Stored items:
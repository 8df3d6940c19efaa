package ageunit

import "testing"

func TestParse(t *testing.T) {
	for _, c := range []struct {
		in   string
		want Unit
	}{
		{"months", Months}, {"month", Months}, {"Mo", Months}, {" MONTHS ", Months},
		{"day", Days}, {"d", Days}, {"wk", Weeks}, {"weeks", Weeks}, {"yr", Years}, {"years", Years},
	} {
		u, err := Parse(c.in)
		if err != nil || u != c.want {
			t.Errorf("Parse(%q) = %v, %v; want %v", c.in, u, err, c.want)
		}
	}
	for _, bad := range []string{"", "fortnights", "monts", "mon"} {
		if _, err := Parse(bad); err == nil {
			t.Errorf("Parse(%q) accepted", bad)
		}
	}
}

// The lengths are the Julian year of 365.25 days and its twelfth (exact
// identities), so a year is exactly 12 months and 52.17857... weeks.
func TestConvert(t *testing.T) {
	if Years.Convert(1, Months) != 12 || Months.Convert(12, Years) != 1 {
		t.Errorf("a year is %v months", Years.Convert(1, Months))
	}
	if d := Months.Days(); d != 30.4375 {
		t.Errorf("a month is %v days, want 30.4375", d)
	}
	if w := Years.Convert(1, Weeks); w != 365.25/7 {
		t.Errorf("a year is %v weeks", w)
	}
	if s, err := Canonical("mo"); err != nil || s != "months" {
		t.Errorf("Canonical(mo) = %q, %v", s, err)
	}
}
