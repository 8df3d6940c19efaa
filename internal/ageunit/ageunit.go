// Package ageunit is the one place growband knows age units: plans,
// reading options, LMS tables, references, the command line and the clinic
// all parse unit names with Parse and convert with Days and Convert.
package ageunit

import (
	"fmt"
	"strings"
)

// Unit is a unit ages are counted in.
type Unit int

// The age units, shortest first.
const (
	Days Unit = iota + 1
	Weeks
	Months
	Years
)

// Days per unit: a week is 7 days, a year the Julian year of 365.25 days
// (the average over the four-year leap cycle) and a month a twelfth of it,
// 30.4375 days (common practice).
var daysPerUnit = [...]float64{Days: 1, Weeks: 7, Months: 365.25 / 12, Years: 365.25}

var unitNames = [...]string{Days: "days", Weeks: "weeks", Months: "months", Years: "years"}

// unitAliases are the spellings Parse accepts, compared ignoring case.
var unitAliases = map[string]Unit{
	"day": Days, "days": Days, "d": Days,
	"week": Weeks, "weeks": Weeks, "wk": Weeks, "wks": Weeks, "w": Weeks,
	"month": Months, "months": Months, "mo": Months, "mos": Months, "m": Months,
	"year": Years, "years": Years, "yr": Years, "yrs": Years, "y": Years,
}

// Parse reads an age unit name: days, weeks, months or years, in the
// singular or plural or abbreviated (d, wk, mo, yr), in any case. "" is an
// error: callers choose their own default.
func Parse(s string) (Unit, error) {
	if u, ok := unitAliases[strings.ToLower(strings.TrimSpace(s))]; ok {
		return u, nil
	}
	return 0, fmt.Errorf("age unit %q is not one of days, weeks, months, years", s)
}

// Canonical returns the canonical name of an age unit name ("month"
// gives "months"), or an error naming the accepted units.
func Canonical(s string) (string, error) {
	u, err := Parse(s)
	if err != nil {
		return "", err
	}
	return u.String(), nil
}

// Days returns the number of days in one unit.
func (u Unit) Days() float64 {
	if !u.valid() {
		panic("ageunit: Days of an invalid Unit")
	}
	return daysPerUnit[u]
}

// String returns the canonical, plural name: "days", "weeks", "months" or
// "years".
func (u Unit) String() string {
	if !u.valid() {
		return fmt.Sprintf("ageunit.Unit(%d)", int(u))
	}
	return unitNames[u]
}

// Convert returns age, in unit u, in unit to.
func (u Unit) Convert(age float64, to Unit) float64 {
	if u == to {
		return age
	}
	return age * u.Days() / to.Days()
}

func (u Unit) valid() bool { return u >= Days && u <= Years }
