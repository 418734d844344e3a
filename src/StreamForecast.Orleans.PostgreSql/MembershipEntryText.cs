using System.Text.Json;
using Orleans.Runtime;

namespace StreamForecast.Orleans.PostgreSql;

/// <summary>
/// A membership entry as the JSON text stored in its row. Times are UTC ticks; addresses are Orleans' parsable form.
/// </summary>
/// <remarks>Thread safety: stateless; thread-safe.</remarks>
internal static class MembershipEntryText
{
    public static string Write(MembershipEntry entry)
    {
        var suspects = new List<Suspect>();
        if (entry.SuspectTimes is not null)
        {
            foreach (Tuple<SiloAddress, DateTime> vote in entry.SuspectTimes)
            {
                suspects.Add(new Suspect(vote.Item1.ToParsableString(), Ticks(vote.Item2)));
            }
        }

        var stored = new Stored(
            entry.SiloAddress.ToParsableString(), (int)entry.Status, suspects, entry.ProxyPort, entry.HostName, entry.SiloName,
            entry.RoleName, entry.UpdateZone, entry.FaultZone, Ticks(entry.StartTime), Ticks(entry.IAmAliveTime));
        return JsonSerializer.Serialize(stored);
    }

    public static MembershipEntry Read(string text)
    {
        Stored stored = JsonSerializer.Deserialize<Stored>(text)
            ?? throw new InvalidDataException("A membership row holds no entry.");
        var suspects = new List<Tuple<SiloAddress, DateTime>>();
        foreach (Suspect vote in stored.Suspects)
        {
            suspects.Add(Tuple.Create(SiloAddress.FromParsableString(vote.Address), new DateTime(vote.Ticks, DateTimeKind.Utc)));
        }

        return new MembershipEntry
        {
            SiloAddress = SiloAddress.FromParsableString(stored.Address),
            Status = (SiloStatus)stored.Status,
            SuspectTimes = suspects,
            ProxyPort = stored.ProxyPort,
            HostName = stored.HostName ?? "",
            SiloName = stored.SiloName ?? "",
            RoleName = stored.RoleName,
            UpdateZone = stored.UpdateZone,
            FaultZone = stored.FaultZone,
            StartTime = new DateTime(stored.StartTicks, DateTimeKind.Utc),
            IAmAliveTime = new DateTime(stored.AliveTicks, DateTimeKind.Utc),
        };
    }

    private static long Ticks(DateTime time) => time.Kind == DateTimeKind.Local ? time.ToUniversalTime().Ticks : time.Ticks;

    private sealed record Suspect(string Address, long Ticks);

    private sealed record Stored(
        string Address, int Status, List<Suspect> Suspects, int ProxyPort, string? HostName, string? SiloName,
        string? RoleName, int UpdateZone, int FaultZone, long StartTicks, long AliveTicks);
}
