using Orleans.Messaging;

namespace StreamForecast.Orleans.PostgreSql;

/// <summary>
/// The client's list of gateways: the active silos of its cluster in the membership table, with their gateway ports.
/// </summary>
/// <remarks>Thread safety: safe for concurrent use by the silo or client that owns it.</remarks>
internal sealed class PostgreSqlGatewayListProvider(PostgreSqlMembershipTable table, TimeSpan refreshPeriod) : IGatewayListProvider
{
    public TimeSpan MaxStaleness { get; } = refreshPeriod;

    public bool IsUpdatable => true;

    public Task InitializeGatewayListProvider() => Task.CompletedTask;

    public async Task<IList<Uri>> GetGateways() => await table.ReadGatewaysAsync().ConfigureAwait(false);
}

WHAT THIS TASK INVOLVES. State how many lines in the entries hold "Tuple", please, with no other words.

EXERCISE SOLUTION. 3